3. When would you refer a patient to see a dietitian?

I think patients with psoriasis who have high BMI would benefit from seeing a dietitian because we know that reducing weight can greatly improve that condition. Teenagers who have developed acne could also benefit.

4. What is one ingredient you love to cook with and why?

Chilli! It’s my favourite ingredient – I add it to eggs, salad at lunch and to my dinner. I’ve also got four different types growing in my backyard – I love it, even though it’s terrible for my rosacea! It’s a powerful antioxidant. I always choose the chilli option on the menu. I also love cooking with salmon – it’s full of omega 3s and I probably have it every second day.

Dr Rudd is a Consultant Dermatologist working in private practice and at The Skin and Cancer Foundation.
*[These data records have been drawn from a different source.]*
def _encode_results(start: int, results: list[tuple[bool, Any]]) -> bytes:
    """A result frame (length, then the pickled chunk); a value that cannot be pickled
    fails its own task only."""
    import pickle

    try:
        payload = pickle.dumps((start, results), pickle.HIGHEST_PROTOCOL)
    except Exception:  # noqa: BLE001 - find the task(s) whose value does not pickle
        safe = []
        for ok, value in results:
            try:
                pickle.dumps(value, pickle.HIGHEST_PROTOCOL)
                safe.append((ok, value))
            except Exception as exc:  # noqa: BLE001
                safe.append((False, f"worker failure ({type(exc).__name__}: {exc})"))
        payload = pickle.dumps((start, safe), pickle.HIGHEST_PROTOCOL)
    return len(payload).to_bytes(8, "little") + payload


class _Worker:
    __slots__ = ("pid", "task_w", "result_r", "inflight", "buf")

    def __init__(self, pid: int, task_w: int, result_r: int):
        self.pid, self.task_w, self.result_r = pid, task_w, result_r
        self.inflight: list[tuple[int, int]] = []  # chunks sent, in order: (first, end) item
        self.buf = bytearray()


def _release_in_order(group: list[Outcome], buffered: dict[int, Outcome], next_out: int
                      ) -> tuple[list[Outcome], int]:
    """Park ``group`` in ``buffered`` and take out the run of outcomes that continues at
    ``next_out`` (ordered output: a later chunk may finish first)."""
    for o in group:
        buffered[o.index] = o
    out = []
    while next_out in buffered:
        out.append(buffered.pop(next_out))
        next_out += 1
    return out, next_out


def _chunk_spans(n_items: int, chunk: int, workers: int) -> list[tuple[int, int]]:
    """(first, end) item spans: ``chunk`` items each, shrinking toward the end of the batch.

    A span is at most the items left over four times the workers, so the last spans are
    small (down to a quarter of ``chunk``) and the workers finish together: with equal
    spans one worker may still run a whole span after the other has run out of work.
    """
    spans, first = [], 0
    smallest = max(1, chunk // 4)
    while first < n_items:
        size = max(smallest, min(chunk, -(-(n_items - first) // (4 * max(1, workers)))))
        spans.append((first, min(n_items, first + size)))
        first += size
    return spans


class _Forked:
    """Local workers forked from this process and fed over two pipes each: the workers
    inherit the item list, so a chunk is sent as two numbers and comes back as one
    pickled list of results. No threads, queues or multiprocessing machinery (their
    imports and per-chunk hops cost more than a small batch's tasks); a worker that
    dies fails its own chunks with :data:`WORKER_DIED` and is replaced."""

    DEPTH = 2  # chunks queued per worker: one running, one waiting

    def __init__(self, n: int, scratch: str, init: Callable[[], Any] | None, fn: Callable[[Any], Any],
                 items: Sequence[Any]):
        self.n, self.scratch, self.init, self.fn, self.items = n, scratch, init, fn, items
        self.workers: dict[int, _Worker] = {}  # by result pipe
        for _ in range(n):
            self._start()

    def _start(self) -> None:
        task_r, task_w = os.pipe()
        result_r, result_w = os.pipe()
        for stream in (sys.stdout, sys.stderr):  # a buffered line must not be written twice
            try:
                stream.flush()
            except (OSError, ValueError, AttributeError):
                pass
        parent = os.getpid()
        pid = os.fork()
        if pid == 0:  # pragma: no cover - runs in the worker
            code = 0
            try:
                os.close(task_w)
                os.close(result_r)
                for w in self.workers.values():  # the other workers' pipe ends: their EOFs must reach them
                    for fd in (w.task_w, w.result_r):
                        try:
                            os.close(fd)
                        except OSError:
                            pass
                _worker_init(parent, self.scratch, self.init)
                while True:
                    head = _read_exact(task_r, 16)
                    if head is None:
                        break  # the parent closed the pipe: no more work
                    first, end = int.from_bytes(head[:8], "little"), int.from_bytes(head[8:], "little")
                    _write_all(result_w, _encode_results(first, _call_chunk(self.fn, self.items[first:end])))
            except BaseException:  # noqa: BLE001 - the worker ends here whatever happens
                code = 1
            finally:
                os._exit(code)
        os.close(task_r)
        os.close(result_w)
        self.workers[result_r] = _Worker(pid, task_w, result_r)

    def _send(self, w: _Worker, first: int, end: int) -> None:
        w.inflight.append((first, end))
        _write_all(w.task_w, first.to_bytes(8, "little") + end.to_bytes(8, "little"))

    def _lost(self, w: _Worker) -> list[tuple[int, int]]:
        """Forget a worker whose result pipe ended; its unfinished chunks."""
        del self.workers[w.result_r]
        for fd in (w.task_w, w.result_r):
            try:
                os.close(fd)
            except OSError:
                pass
        try:
            os.waitpid(w.pid, 0)
        except ChildProcessError:
            pass
        return w.inflight

    def drive(self, ordered: bool, chunk: int) -> Iterator[list[Outcome]]:
        import pickle
        import select

        todo = _chunk_spans(len(self.items), chunk, len(self.workers))
        todo.reverse()  # popped from the end: first chunk first
        buffered: dict[int, Outcome] = {}
        next_out = 0
        while True:
            # top up: each worker keeps DEPTH chunks queued (16 bytes each: a pipe never fills)
            for w in list(self.workers.values()):
                while todo and len(w.inflight) < self.DEPTH:
                    try:
                        self._send(w, *todo.pop())
                    except OSError:  # the worker is gone: the end of its result pipe shows it
                        break
            if not any(w.inflight for w in self.workers.values()):
                return
            ready, _, _ = select.select(list(self.workers), [], [])
            group: list[Outcome] = []
            for fd in ready:
                w = self.workers[fd]
                data = os.read(fd, 1 << 20)
                if not data:  # the worker died: in its first chunk (a worker reads the next one
                    # only after answering), so that one fails and the ones queued behind it go again
                    lost = self._lost(w)
                    if lost:
                        first, end = lost[0]
                        group += [Outcome(i, False, None, WORKER_DIED) for i in range(first, end)]
                        todo += reversed(lost[1:])
                    if todo:  # work left: a fresh worker takes its place
                        self._start()
                    continue
                w.buf += data
                while len(w.buf) >= 8:
                    size = int.from_bytes(w.buf[:8], "little")
                    if len(w.buf) < 8 + size:
                        break
                    first, results = pickle.loads(w.buf[8:8 + size])
                    del w.buf[:8 + size]
                    w.inflight.pop(0)
                    for i, (ok, value) in enumerate(results, start=first):
                        group.append(Outcome(i, ok, value if ok else None, "" if ok else str(value)))
            if ordered:
                group, next_out = _release_in_order(group, buffered, next_out)
            if group:
                yield group

    def close(self, *, clean: bool) -> None:
        workers = list(self.workers.values())
        self.workers = {}
        for w in workers:
            try:
                os.close(w.task_w)  # end of work: a waiting worker exits
            except OSError:
                pass
            if not clean:
                try:
                    os.kill(w.pid, signal.SIGTERM)
                except ProcessLookupError:
                    pass
        deadline = time.monotonic() + 5
        for w in workers:
            while True:
                try:
                    done, _ = os.waitpid(w.pid, os.WNOHANG)
                except ChildProcessError:
                    break
                if done:
                    break
                if time.monotonic() > deadline:
                    try:
                        os.kill(w.pid, signal.SIGKILL)
                        os.waitpid(w.pid, 0)
                    except (ProcessLookupError, ChildProcessError):
                        pass
                    break
                time.sleep(0.002)
            try:
                os.close(w.result_r)
            except OSError:
                pass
She completed her medical training at Monash University, Melbourne, before embarking on her resident years at The Royal Melbourne Hospital. Her Dermatology training has been in Melbourne, working at all the major Melbourne public hospitals. She also spent a year training in general and surgical dermatology in the United Kingdom. She has been published in The Australasian Journal of Dermatology as well as international dermatology journals. Aside from general dermatology, she has special interests in the areas laser and cosmetic procedures, skin cancer and dermatologic surgery and paediatric dermatology.